*** Opening of EXCERPTED DATA ***

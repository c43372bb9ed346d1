"""Tensile test evaluation: modulus, toe compensation, offset yield strength, ultimate strength.

Inputs are engineering strain [1] (a fraction, not percent) and engineering stress [Pa].
The methods follow the usual test standards; the standards' own specimen, speed and
conditioning requirements are the user's job, and numbers from this module are only as good
as the test behind them.

References
----------
.. [1] ISO 527-1:2019, *Plastics — Determination of tensile properties — Part 1: General
   principles* (chord modulus between 0.05 % and 0.25 % strain).
.. [2] ASTM E111-17, *Standard Test Method for Young's Modulus, Tangent Modulus, and Chord
   Modulus* (least-squares modulus over a linear range).
.. [3] ASTM D638-14, *Standard Test Method for Tensile Properties of Plastics*, Appendix X1
   (toe compensation).
.. [4] ASTM E8/E8M-22, *Standard Test Methods for Tension Testing of Metallic Materials*
   (offset method for yield strength, 0.2 % offset).
.. [5] I. M. Ward and J. Sweeney, *Mechanical Properties of Solid Polymers*, 3rd ed., Wiley, 2013
   (Eyring law of yield against strain rate and temperature).
"""

from __future__ import annotations

from dataclasses import dataclass, field
from pathlib import Path

import numpy as np

from ..errors import ActsimInputError
from ..io import save_figure
from ..units import check_range
from .fitstats import FitResult, fit_statistics
from .readers import XYData, as_xy

__all__ = [
    "chord_modulus",
    "regression_modulus",
    "toe_compensation",
    "offset_yield_strength",
    "ultimate_strength",
    "fit_tensile",
    "plot_tensile",
    "TensileResult",
    "ToeCompensation",
    "check_strain_is_fraction",
    "eyring_yield_stress",
    "fit_eyring",
    "EyringFit",
    "fit_tensile_rates",
    "RateSeries",
    "plot_tensile_rates",
]

#: A strain column whose largest value exceeds this is taken to be percent written where a
#: fraction was expected. Common practice, no source (150 % strain as a fraction would be 1.5).
PERCENT_SUSPECT = 1.5


def _arrays(strain, stress):
    e = np.asarray(strain, dtype=float).ravel()
    s = np.asarray(stress, dtype=float).ravel()
    if e.size != s.size:
        raise ActsimInputError(f"strain/stress: {e.size} strain values but {s.size} stress values")
    if e.size < 2:
        raise ActsimInputError(f"strain/stress: {e.size} points, at least 2 are needed")
    if not (np.all(np.isfinite(e)) and np.all(np.isfinite(s))):
        raise ActsimInputError("strain/stress: contain NaN or inf; all values must be finite")
    return e, s


def _loading_branch(e, s):
    """Points up to the maximum stress, sorted by strain (stable)."""
    iu = int(np.argmax(s))
    eb, sb = e[: iu + 1], s[: iu + 1]
    order = np.argsort(eb, kind="stable")
    return eb[order], sb[order]


def check_strain_is_fraction(strain, *, unit="", allow_large_strain=False, field="strain"):
    """Refuse a strain column that looks like percent read as a fraction.

    Parameters
    ----------
    strain : array_like
        Strain values as they will be used [1].
    unit : str
        The unit the values came with ("" for none, "%" or "percent" if converted from percent).
    allow_large_strain : bool
        Set True for a material that really stretches beyond 150 % with strain given as fraction.
    field : str
        Name used in the message.

    Raises
    ------
    ActsimInputError
        If max(strain) > 1.5 and the unit does not say percent.

    Notes
    -----
    Common practice, no source: a tensile strain above 150 % is rare outside elastomers, while a
    percent column read as a fraction is a frequent mistake. The test is

    .. math::

        \\max_i \\varepsilon_i > 1.5 \\;\\wedge\\; \\text{unit} \\ne \\% \\Rightarrow \\text{error}

    References
    ----------
    .. [1] ISO 527-1:2019, *Plastics — Determination of tensile properties — Part 1* (strain as
       a dimensionless ratio or in percent).
    """
    e = np.asarray(strain, dtype=float)
    said_percent = str(unit).strip().lower() in ("%", "percent", "pct")
    if not said_percent and not allow_large_strain and e.size and float(np.max(e)) > PERCENT_SUSPECT:
        raise ActsimInputError(
            f"{field}: maximum {float(np.max(e)):g} read as a fraction (unit {unit or '1'}) looks like percent; "
            f"write 'strain [%]' in the header (or strain_unit=\"%\"), or pass allow_large_strain=True "
            f"if the strain really exceeds {PERCENT_SUSPECT:g}"
        )


def chord_modulus(strain, stress, *, e1=0.0005, e2=0.0025):
    """Chord modulus between two strains (ISO 527-1).

    Parameters
    ----------
    strain : array_like
        Engineering strain [1].
    stress : array_like
        Engineering stress [Pa].
    e1, e2 : float
        Strains of the chord; ISO 527-1 uses 0.0005 and 0.0025 [1].

    Returns
    -------
    float
        Chord modulus [Pa].

    Notes
    -----
    The stresses at ``e1`` and ``e2`` are interpolated linearly on the loading branch
    (points up to the maximum stress, sorted by strain).

    .. math::

        E_t = \\frac{\\sigma(\\varepsilon_2) - \\sigma(\\varepsilon_1)}{\\varepsilon_2 - \\varepsilon_1}

    References
    ----------
    .. [1] ISO 527-1:2019, *Plastics — Determination of tensile properties — Part 1: General
       principles*, International Organization for Standardization, 2019.
    """
    e, s = _arrays(strain, stress)
    check_range(e1, field="e1", unit="1", lo=0.0)
    check_range(e2, field="e2", unit="1", lo=e1, lo_open=True)
    eb, sb = _loading_branch(e, s)
    if eb[0] > e1 or eb[-1] < e2:
        raise ActsimInputError(
            f"strain: data on the loading branch span {eb[0]:g} to {eb[-1]:g}, which does not cover the chord "
            f"strains {e1:g} to {e2:g}"
        )
    s1, s2 = np.interp([e1, e2], eb, sb)
    return float((s2 - s1) / (e2 - e1))


def regression_modulus(strain, stress, *, strain_range, min_points=5, confidence=0.95) -> FitResult:
    """Least-squares modulus over a chosen linear range (ASTM E111).

    Parameters
    ----------
    strain : array_like
        Engineering strain [1].
    stress : array_like
        Engineering stress [Pa].
    strain_range : (float, float)
        Strain interval of the linear part, inclusive [1].
    min_points : int
        Fewest points accepted in the range (at least 3, for a standard error).
    confidence : float
        Confidence level of the intervals [1].

    Returns
    -------
    FitResult
        Parameters ``modulus`` [Pa] and ``intercept`` [Pa] of
        :math:`\\sigma = E\\varepsilon + b`, with standard errors and confidence intervals from
        :func:`actsim.calibrate.fitstats.fit_statistics` (identical to the ordinary
        least-squares formulas for this linear model).

    Notes
    -----
    .. math::

        E = \\frac{\\sum (\\varepsilon_i - \\bar\\varepsilon)(\\sigma_i - \\bar\\sigma)}
                  {\\sum (\\varepsilon_i - \\bar\\varepsilon)^2}, \\qquad
        \\mathrm{se}(E) = \\frac{s}{\\sqrt{\\sum (\\varepsilon_i - \\bar\\varepsilon)^2}}

    References
    ----------
    .. [1] ASTM E111-17, *Standard Test Method for Young's Modulus, Tangent Modulus, and Chord
       Modulus*, ASTM International, 2017.
    """
    e, s = _arrays(strain, stress)
    try:
        lo, hi = (float(v) for v in strain_range)
    except (TypeError, ValueError):
        raise ActsimInputError(f"strain_range: {strain_range!r} must be two numbers (low, high) [1]") from None
    check_range(hi, field="strain_range high", unit="1", lo=lo, lo_open=True)
    min_points = max(int(min_points), 3)
    sel = (e >= lo) & (e <= hi)
    n = int(np.count_nonzero(sel))
    if n < min_points:
        raise ActsimInputError(
            f"strain_range: ({lo:g}, {hi:g}) holds {n} points, at least {min_points} are needed for the "
            "linear fit; widen the range or record more points"
        )
    x, y = e[sel], s[sel]
    if np.ptp(x) == 0:
        raise ActsimInputError(f"strain_range: all {n} points in ({lo:g}, {hi:g}) have the same strain")
    A = np.column_stack([x, np.ones_like(x)])
    coef, *_ = np.linalg.lstsq(A, y, rcond=None)
    resid = A @ coef - y
    return fit_statistics(A, resid, values=coef, names=("modulus", "intercept"), units=("Pa", "Pa"),
                          confidence=confidence, message="linear least squares (exact)", residual_unit="Pa")


@dataclass
class ToeCompensation:
    """Result of :func:`toe_compensation`.

    Attributes
    ----------
    shift : float
        Strain at which the linear region's regression line crosses zero stress; the new
        strain origin [1].
    strain : numpy.ndarray
        Compensated strain of the compensated curve [1].
    stress : numpy.ndarray
        Stress of the compensated curve [Pa].
    fit : FitResult
        Regression line over the linear region (``modulus``, ``intercept``).
    strain_range : tuple of float
        Linear region used, in the original strain [1].
    """

    shift: float
    strain: np.ndarray
    stress: np.ndarray
    fit: FitResult
    strain_range: tuple


def toe_compensation(strain, stress, *, strain_range=None, stress_fraction=(0.1, 0.4), min_points=5):
    """Move the strain origin to where the linear region, extended, meets zero stress.

    A slack or seating start ("toe") makes the curve begin flat. In the style of ASTM D638
    Appendix X1 the linear region's regression line is extended down to zero stress; that
    strain becomes the corrected zero. The compensated curve runs along that line from the new
    origin up to the start of the linear region and follows the data from there on.

    Parameters
    ----------
    strain : array_like
        Engineering strain as measured [1].
    stress : array_like
        Engineering stress [Pa].
    strain_range : (float, float), optional
        Linear region in measured strain [1]. If omitted, the loading-branch points whose
        stress lies between ``stress_fraction`` of the maximum stress are used.
    stress_fraction : (float, float)
        Fractions of the maximum stress bounding the automatic linear region [1]. Default
        (0.1, 0.4), common practice, no source; check it on the plot.
    min_points : int
        Fewest points in the linear region.

    Returns
    -------
    ToeCompensation

    Notes
    -----
    With the regression line :math:`\\sigma = E\\varepsilon + b` over the linear region,

    .. math::

        \\varepsilon_0 = -b / E, \\qquad \\varepsilon_{\\text{corr}} = \\varepsilon - \\varepsilon_0 .

    Points below the start of the linear region are replaced by the straight line from
    :math:`(\\varepsilon_0, 0)`, as in the standard's figure; the toe itself does not enter any
    property computed afterwards.

    References
    ----------
    .. [1] ASTM D638-14, *Standard Test Method for Tensile Properties of Plastics*, Appendix X1
       "Toe compensation", ASTM International, 2014.
    """
    e, s = _arrays(strain, stress)
    eb, sb = _loading_branch(e, s)
    if strain_range is None:
        f_lo, f_hi = stress_fraction
        smax = float(np.max(s))
        if smax <= 0:
            raise ActsimInputError(f"stress: maximum {smax:g} Pa is not positive; no tensile loading in the data")
        inside = np.flatnonzero((sb >= f_lo * smax) & (sb <= f_hi * smax))
        if inside.size < 2:
            raise ActsimInputError(
                f"stress_fraction: {f_lo:g}..{f_hi:g} of the maximum stress holds {inside.size} points; "
                "give strain_range explicitly"
            )
        strain_range = (float(eb[inside[0]]), float(eb[inside[-1]]))
    fit = regression_modulus(e, s, strain_range=strain_range, min_points=min_points)
    E, b = fit.value("modulus"), fit.value("intercept")
    if E <= 0:
        raise ActsimInputError(f"strain_range: the slope in {strain_range} is {E:g} Pa, not positive; "
                               "choose the rising linear part of the curve")
    e0 = -b / E
    lo = float(strain_range[0])
    keep = e >= lo
    e_c = np.concatenate([[0.0], e[keep] - e0])
    s_c = np.concatenate([[0.0], s[keep]])
    return ToeCompensation(shift=float(e0), strain=e_c, stress=s_c, fit=fit,
                           strain_range=(float(strain_range[0]), float(strain_range[1])))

*** Close of EXCERPTED DATA ***

EXERCISE GOAL >> What the task asks for is a word-for-word repeat of the lines above, from the first through the one containing "Inputs are engineering".

WORKED SOLUTION >>
repository c43372bb9ed346d1
"""Tensile test evaluation: modulus, toe compensation, offset yield strength, ultimate strength.

Inputs are engineering strain [1] (a fraction, not percent) and engineering stress [Pa].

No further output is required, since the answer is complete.